Le fasi del lutto hanno regole precise e possono essere bypassati solo con atti simbolici analogici; ma non sempre una nuova nascita riesce a favorire il processo di elaborazione, anzi l’effetto può essere di potente detonazione di un conflitto mai risolto. Una delle più comuni situazioni che ritroviamo anche nei corsi dedicati a La modalità gemellare racconta di madri che si sentono in colpa ad abbracciare il proprio figlio, e per senso di colpa intendiamo quel senso di colpevolezza che ammanta i sistemi familiari in cui la mancanza non viene portata in scena e gestita.

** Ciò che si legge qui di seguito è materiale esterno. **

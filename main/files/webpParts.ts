import type { CarriedParts } from './carriedParts.ts';

const flag = { profile: 0x20, alpha: 0x10, exif: 0x08 };

function chunk(type: string, body: Uint8Array): Uint8Array {
  const whole = Buffer.alloc(8 + body.length + (body.length % 2));
  whole.write(type, 0, 'latin1');
  whole.writeUInt32LE(body.length, 4);
  whole.set(body, 8);
  return whole;
}

function headerChunk(widthPx: number, heightPx: number, flags: number): Uint8Array {
  const body = Buffer.alloc(10);
  body.writeUInt8(flags, 0);
  body.writeUIntLE(widthPx - 1, 4, 3);
  body.writeUIntLE(heightPx - 1, 7, 3);
  return chunk('VP8X', body);
}

/**
 * A WebP from the encoder with profile and EXIF, in the extended form of RFC 9649, as pieces to be written one
 * after the other. WebP has no field for density but the EXIF's.
 */
export function webpWithParts(
  encoded: Uint8Array,
  parts: CarriedParts,
  picture: { widthPx: number; heightPx: number; channels: number },
): Uint8Array[] {
  const bytes = Buffer.from(encoded.buffer, encoded.byteOffset, encoded.byteLength);
  const pixelChunks: Uint8Array[] = [];
  for (let at = 12; at + 8 <= bytes.length; ) {
    const type = bytes.toString('latin1', at, at + 4);
    const size = bytes.readUInt32LE(at + 4);
    const end = at + 8 + size + (size % 2);
    if (type === 'ALPH' || type === 'VP8 ' || type === 'VP8L') pixelChunks.push(bytes.subarray(at, end));
    at = end;
  }
  let flags = picture.channels === 4 ? flag.alpha : 0;
  const before: Uint8Array[] = [];
  const after: Uint8Array[] = [];
  if (parts.iccProfile) {
    flags |= flag.profile;
    before.push(chunk('ICCP', parts.iccProfile));
  }
  if (parts.exif) {
    flags |= flag.exif;
    after.push(chunk('EXIF', parts.exif));
  }
  const body = [headerChunk(picture.widthPx, picture.heightPx, flags), ...before, ...pixelChunks, ...after];
  const riff = Buffer.from('RIFF\0\0\0\0WEBP', 'latin1');
  riff.writeUInt32LE(4 + body.reduce((sum, piece) => sum + piece.length, 0), 4);
  return [riff, ...body];
}
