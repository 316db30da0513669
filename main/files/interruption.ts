import { setImmediate as nextTurn } from 'node:timers/promises';

/**
 * Settles as `work` does, or rejects with the signal's reason as soon as it is raised. The image library cannot
 * be stopped halfway: its threads finish what they are at, and the result is dropped.
 */
export async function unlessAborted<T>(work: Promise<T>, signal?: AbortSignal): Promise<T> {
  if (!signal) return work;
  work.catch(() => {}); // A failure after the abort concerns nobody.
  signal.throwIfAborted();
  let onAbort: (() => void) | undefined;
  const aborted = new Promise<never>((_, reject) => {
    onAbort = () => reject(signal.reason);
    signal.addEventListener('abort', onAbort, { once: true });
  });
  try {
    return await Promise.race([work, aborted]);
  } finally {
    if (onAbort) signal.removeEventListener('abort', onAbort);
  }
}

const longestTurnMs = 6;

/** Lets a loop over pixels on the main thread give way every few milliseconds, and notice an abort. */
export class Turns {
  #startedMs = performance.now();

  constructor(readonly signal?: AbortSignal) {}

  /** True when it is time to `await` a `pause()`. */
  get due(): boolean {
    return performance.now() - this.#startedMs > longestTurnMs;
  }

  async pause(): Promise<void> {
    await nextTurn();
    this.signal?.throwIfAborted();
    this.#startedMs = performance.now();
  }
}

Il campo energetico del gemello non nato
Quando ci troviamo di fronte a una mononascita che ha avuto in origine un concepimento gemellare (anche se non manifesto) è possibile che la sorte del rapporto madre figlio sia totalmente differente. La madre ripagata dell’attesa può godere del suo bambino, il nascituro affronterà le diverse fasi evolutive accompagnato da un alone protettivo che in seguito scoprirà essere il campo energetico del gemello non nato. La madre normalmente non percepisce il movimento fisiologico della risoluzione del gemello che non nasce, poiché, come abbiamo già analizzato esso così come non compare con evidenza non scompare del tutto. A percepire l’assenza del gemello sarà il bambino che crescendo e incontrando, per analogia, situazioni di mancanza, vuoto, perdita, abbandono, entrerà in contatto nuovamente con l’esperienza formante dell’aver vissuto i primi momenti di vita insieme al fratello gemello.
Per la nostra esperienza le nascite che non sono state precedute da perdite in famiglia generano rapporti più fluidi.

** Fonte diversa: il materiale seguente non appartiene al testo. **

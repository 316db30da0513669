/** Four-letter signatures of the profile header (ICC.1, 7.2). */
function signature(profile: Uint8Array, at: number): string {
  return Buffer.from(profile.subarray(at, at + 4)).toString('latin1');
}

const headerBytes = 128;

/** The colour space a profile describes ("RGB ", "GRAY", "CMYK" …), or undefined where it is no sound profile. */
export function profileSpace(profile: Uint8Array): string | undefined {
  if (profile.length < headerBytes + 4 || signature(profile, 36) !== 'acsp') return undefined;
  const bytes = new DataView(profile.buffer, profile.byteOffset, profile.byteLength);
  const declaredBytes = bytes.getUint32(0);
  if (declaredBytes > profile.length || declaredBytes < headerBytes) return undefined;
  return signature(profile, 16);
}
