import type { Metadata } from 'sharp';
import { rgbProfileOfGrey } from '../../core/colour/matrixProfile.ts';
import { isUsableProfile, lightnessOfHalf } from '../../core/colour/profileCheck.ts';
import { profileSpace } from './inputProfile.ts';

/** What becomes of a photo's colours while it is read. */
export interface ColourPlan {
  /** Numbers kept as stored, or converted by the library through the embedded profile to sRGB. */
  convert: boolean;
  /** What is read as stored and then converted by ourselves, at 16 bits, to a space that holds all its colours. */
  through?: { profile: Uint8Array; space: 'CMYK' | 'RGB' };
  iccProfile?: Uint8Array;
  remarks: string[];
}

/**
 * Half of the full number is as light as that in spaces made for looking at (L* RGB 50, gamma 1.8 60); in numbers of
 * light itself it is 76, and paint mixed from those turns dark edges light.
 */
const lightestHalf = 68;

/** @param metadata of the photo's file, as the image library reads it */
export function planColours(metadata: Metadata): ColourPlan {
  const { space, icc } = metadata;
  const embedded = icc && new Uint8Array(icc.buffer, icc.byteOffset, icc.byteLength);
  const described = embedded && profileSpace(embedded);
  const isUsable = Boolean(embedded && described && isUsableProfile(embedded));
  if (space === 'cmyk') return planInks(embedded, described === 'CMYK' && isUsable);
  if (space === 'lab' || space === 'labs')
    return { convert: true, remarks: ['The photo is in Lab colours: converted to sRGB.'] };
  if (space === 'b-w' || space === 'grey16')
    return planGrey(embedded, (described === 'GRAY' && isUsable && embedded) || undefined);
  if (!embedded) return { convert: false, remarks: [] };
  if (described && described !== 'RGB ')
    return asSrgb(`The embedded profile is for ${described.trim()}, not for RGB: left out, sRGB assumed.`);
  if (!isUsable) return asSrgb('The embedded colour profile is damaged: left out, sRGB assumed.');
  return planRgb(embedded, []);
}

function asSrgb(remark: string): ColourPlan {
  return { convert: false, remarks: [remark] };
}

function planRgb(profile: Uint8Array, remarks: string[]): ColourPlan {
  const half = lightnessOfHalf(profile);
  if (half === null || half <= lightestHalf) return { convert: false, iccProfile: profile, remarks };
  const remark =
    'The numbers of the photo are amounts of light: converted through its profile to an RGB space made for looking at.';
  return { convert: false, through: { profile, space: 'RGB' }, remarks: [...remarks, remark] };
}

function planInks(embedded: Uint8Array | undefined, isUsable: boolean): ColourPlan {
  if (embedded && isUsable)
    return {
      convert: true,
      through: { profile: embedded, space: 'CMYK' },
      remarks: [
        'The photo is CMYK: converted through its embedded profile to an RGB space that holds its colours.',
      ],
    };
  const why = embedded ? 'as its own is damaged or not for CMYK' : 'as it carries none of its own';
  return {
    convert: true,
    remarks: [`The photo is CMYK: converted to sRGB through a general printing profile, ${why}.`],
  };
}

function planGrey(embedded: Uint8Array | undefined, greyProfile: Uint8Array | undefined): ColourPlan {
  const remarks = ['The photo is grey: painted as RGB with equal red, green and blue.'];
  const asRgb = greyProfile && rgbProfileOfGrey(greyProfile);
  if (asRgb)
    return planRgb(asRgb, [...remarks, 'Its grey profile is carried on as one for RGB with the same greys.']);
  if (embedded) remarks.push('Its profile does not fit a grey picture: left out, sRGB assumed.');
  return { convert: false, remarks };
}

Anche la psicogenealogia è concorde nell’affermare che quando ogni membro del sistema famiglia espleta il suo ruolo siamo in una condizione di innocenza. Il sistema è in equilibrio e va tutto bene.
Quando c’è sovrapposizione di ruoli, o il ruolo viene a mancare, ecco che qualcuno dovrà farsi carico dell’ammanco, il sistema è in difetto, è colpevole, e da qui si genera il senso di colpa. Una sensazione di disequilibrio dilagherà nel gruppo famiglia e qualcuno dovrà farsi carico di appianare le pendenze.

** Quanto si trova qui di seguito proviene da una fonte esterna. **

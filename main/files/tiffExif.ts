import { open } from 'node:fs/promises';
import { bytesOfType, directoryBytes, fieldType, type TiffField, tiffHeader } from './tiffDirectory.ts';

// The image library hands out the EXIF block of every format but TIFF, where it lies spread over the file's own
// directories.

/** A file as whole or by pieces. */
type Source = Uint8Array | string;
type ReadPiece = (at: number, bytes: number) => Promise<Uint8Array>;

const directoryTag = { exif: 34665, gps: 34853 } as const;
const makerNoteTag = 0x927c;
const interoperabilityTag = 0xa005;
/** Description, maker, model, software, date, artist, copyright (TIFF 6.0, section 8). */
const described = new Set([270, 271, 272, 305, 306, 315, 33432]);
/** Nobody's name is longer; a damaged file may claim any length. */
const longestValueBytes = 64 * 1024;
const mostEntries = 4096;

/**
 * What a TIFF says of its picture, as an EXIF block: authors, camera and date, capture data, place. Maker's notes are
 * left, for their offsets mean places in the file.
 * @returns undefined where it says nothing, or cannot be understood
 */
export async function readTiffExif(source: Source): Promise<Uint8Array | undefined> {
  if (typeof source !== 'string') return exifOf(async (at, bytes) => source.subarray(at, at + bytes));
  const file = await open(source, 'r');
  try {
    return await exifOf(async (at, bytes) => {
      const piece = new Uint8Array(bytes);
      const { bytesRead } = await file.read(piece, 0, bytes, at);
      return piece.subarray(0, bytesRead);
    });
  } finally {
    await file.close();
  }
}

async function exifOf(read: ReadPiece): Promise<Uint8Array | undefined> {
  try {
    const directories = await TiffDirectories.begin(read);
    const first = await directories.fields(directories.firstAt);
    const main = first.filter(({ tag }) => described.has(tag));
    const behind = async (tag: number) => {
      const pointer = first.find((field) => field.tag === tag)?.values[0];
      return pointer ? directories.fields(pointer) : [];
    };
    const capture = (await behind(directoryTag.exif)).filter(
      ({ tag }) => tag !== makerNoteTag && tag !== interoperabilityTag,
    );
    const place = await behind(directoryTag.gps);
    return main.length + capture.length + place.length > 0 ? blockOf(main, capture, place) : undefined;
  } catch (failure) {
    if (failure instanceof RangeError) return undefined;
    throw failure;
  }
}

/** Walks the directories of a TIFF or BigTIFF. @throws RangeError where one lies outside of the file */
class TiffDirectories {
  private constructor(
    private readonly read: ReadPiece,
    private readonly isLittle: boolean,
    private readonly isBig: boolean,
    readonly firstAt: number,
  ) {}

  static async begin(read: ReadPiece): Promise<TiffDirectories> {
    const head = viewOf(await read(0, 16));
    const isLittle = head.getUint8(0) === 0x49;
    const isBig = head.getUint16(2, isLittle) === 43;
    const firstAt = isBig ? Number(head.getBigUint64(8, isLittle)) : head.getUint32(4, isLittle);
    return new TiffDirectories(read, isLittle, isBig, firstAt);
  }

  async fields(at: number): Promise<TiffField[]> {
    const { isLittle, isBig, read } = this;
    const countBytes = isBig ? 8 : 2;
    const entryBytes = isBig ? 20 : 12;
    const head = viewOf(await read(at, countBytes));
    const count = isBig ? Number(head.getBigUint64(0, isLittle)) : head.getUint16(0, isLittle);
    if (count > mostEntries) throw new RangeError(`Expected some entries, received ${count}`);
    const entries = viewOf(await read(at + countBytes, count * entryBytes));
    const fields: TiffField[] = [];
    for (let entryAt = 0; entryAt < count * entryBytes; entryAt += entryBytes) {
      const field = await this.#field(entries, entryAt);
      if (field) fields.push(field);
    }
    return fields;
  }

  async #field(entries: DataView, at: number): Promise<TiffField | null> {
    const { isLittle, isBig, read } = this;
    const tag = entries.getUint16(at, isLittle);
    const type = entries.getUint16(at + 2, isLittle);
    const count = isBig
      ? Number(entries.getBigUint64(at + 4, isLittle))
      : entries.getUint32(at + 4, isLittle);
    const isPointer = tag === directoryTag.exif || tag === directoryTag.gps;
    // Pointers come as whole numbers of 32 or 64 bits, or as types of their own (13, 18).
    const valueAt = at + (isBig ? 12 : 8);
    if (isPointer) return { tag, type: fieldType.long, values: [this.#offset(entries, valueAt)] };
    const bytes = (bytesOfType[type] ?? 0) * count;
    if (bytes === 0 || bytes > longestValueBytes) return null;
    if (bytes <= (isBig ? 8 : 4)) return { tag, type, values: this.#values(entries, valueAt, type, bytes) };
    const value = viewOf(await read(this.#offset(entries, valueAt), bytes));
    return value.byteLength === bytes ? { tag, type, values: this.#values(value, 0, type, bytes) } : null;
  }

  #offset(view: DataView, at: number): number {
    return this.isBig ? Number(view.getBigUint64(at, this.isLittle)) : view.getUint32(at, this.isLittle);
  }

  #values(view: DataView, at: number, type: number, bytes: number): TiffField['values'] {
    const size = bytesOfType[type];
    if (size === 1) return new Uint8Array(view.buffer, view.byteOffset + at, bytes).slice();
    const step = size === 2 ? 2 : 4;
    // A number of eight bytes is stored as two of four, in the order of the file's bytes.
    const isSwapped = type === 12 && this.isLittle !== machineIsLittle;
    const numbers = Array.from({ length: bytes / step }, (_, i) => {
      const from = at + step * (isSwapped ? i ^ 1 : i);
      return step === 2 ? view.getUint16(from, this.isLittle) : view.getUint32(from, this.isLittle);
    });
    return numbers;
  }
}

const machineIsLittle = new Uint8Array(Uint16Array.of(1).buffer)[0] === 1;

function viewOf(bytes: Uint8Array): DataView {
  return new DataView(bytes.buffer, bytes.byteOffset, bytes.byteLength);
}

function blockOf(
  main: readonly TiffField[],
  capture: readonly TiffField[],
  place: readonly TiffField[],
): Uint8Array {
  const pieces: Uint8Array[] = [];
  let at = tiffHeader(0).length;
  const pointers: TiffField[] = [];
  for (const [tag, fields] of [
    [directoryTag.exif, capture],
    [directoryTag.gps, place],
  ] as const) {
    if (fields.length === 0) continue;
    pointers.push({ tag, type: fieldType.long, values: [at] });
    const bytes = directoryBytes(inOrder(fields), at);
    pieces.push(bytes);
    at += bytes.length;
  }
  pieces.push(directoryBytes(inOrder([...main, ...pointers]), at));
  return new Uint8Array(Buffer.concat([tiffHeader(at), ...pieces]));
}

function inOrder(fields: readonly TiffField[]): TiffField[] {
  return [...fields].sort((a, b) => a.tag - b.tag);
}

Da qui nascono i destini dei bambini in sostituzione come insegna Maurice Porot Professore onorario di Clinica Psichiatrica e di Psicologia medica presso la Facoltà di Medicina di Clermont-Ferrand.
Ma allora cosa collega la figura del fratello non nato a quella del gemello non nato?
La risposta sta nell’eventuale proiezione che la madre farà della sua gemellarità incompiuta sulla perdita del figlio abortito, e per compensazione questo rapporto verrà vissuto dal mononato come un’esperienza a cui biologicamente è tenuto a obbedire, poiché privo dei meccanismi ormonali e psichici necessari alla valutazione della situazione e all’opposizione dell’ordine imposto.
Normalmente i figli in sostituzione (e questa dinamica si manifesta inevitabilmente alla nascita di un bambino quando nella famiglia si sta vivendo un lutto) partono con un destino più impegnativo, ma non per questo la loro vita sarà necessariamente difficile.
L’esistenza conosce vie meravigliose per regolare i meccanismi disfunzionali a patto che esista un sistema familiare in cui dipanare la matassa. Quando non è possibile far parte della propria famiglia ecco giungere in aiuto un nuovo sistema.
In natura un uomo solo è destinato a soccombere, per questo motivo nella trattazione dell’argomento gemellarità poniamo sempre il soggetto all’interno del proprio sistema di riferimento facilitando una pacificazione genealogica globale, unica possibilità per il soggetto di godere dell’energia gemellare che come un timone tiene la rotta del percorso di vita.
La figura del bambino non nato e del gemello non nato si toccano urtandosi nel punto in cui il genitore non si fa carico della propria integrazione gemellare, e cooperano quando entrambi i soggetti, madre e figlio riescono a relazionarsi, ognuno con il proprio potenziale gemellare, autonomamente in virtù della forza del sistema e del bene delle generazioni a venire.
Ancora una volta l’esercizio per comprendere, prendere coscienza e integrare resta la soluzione migliore per una vita serena.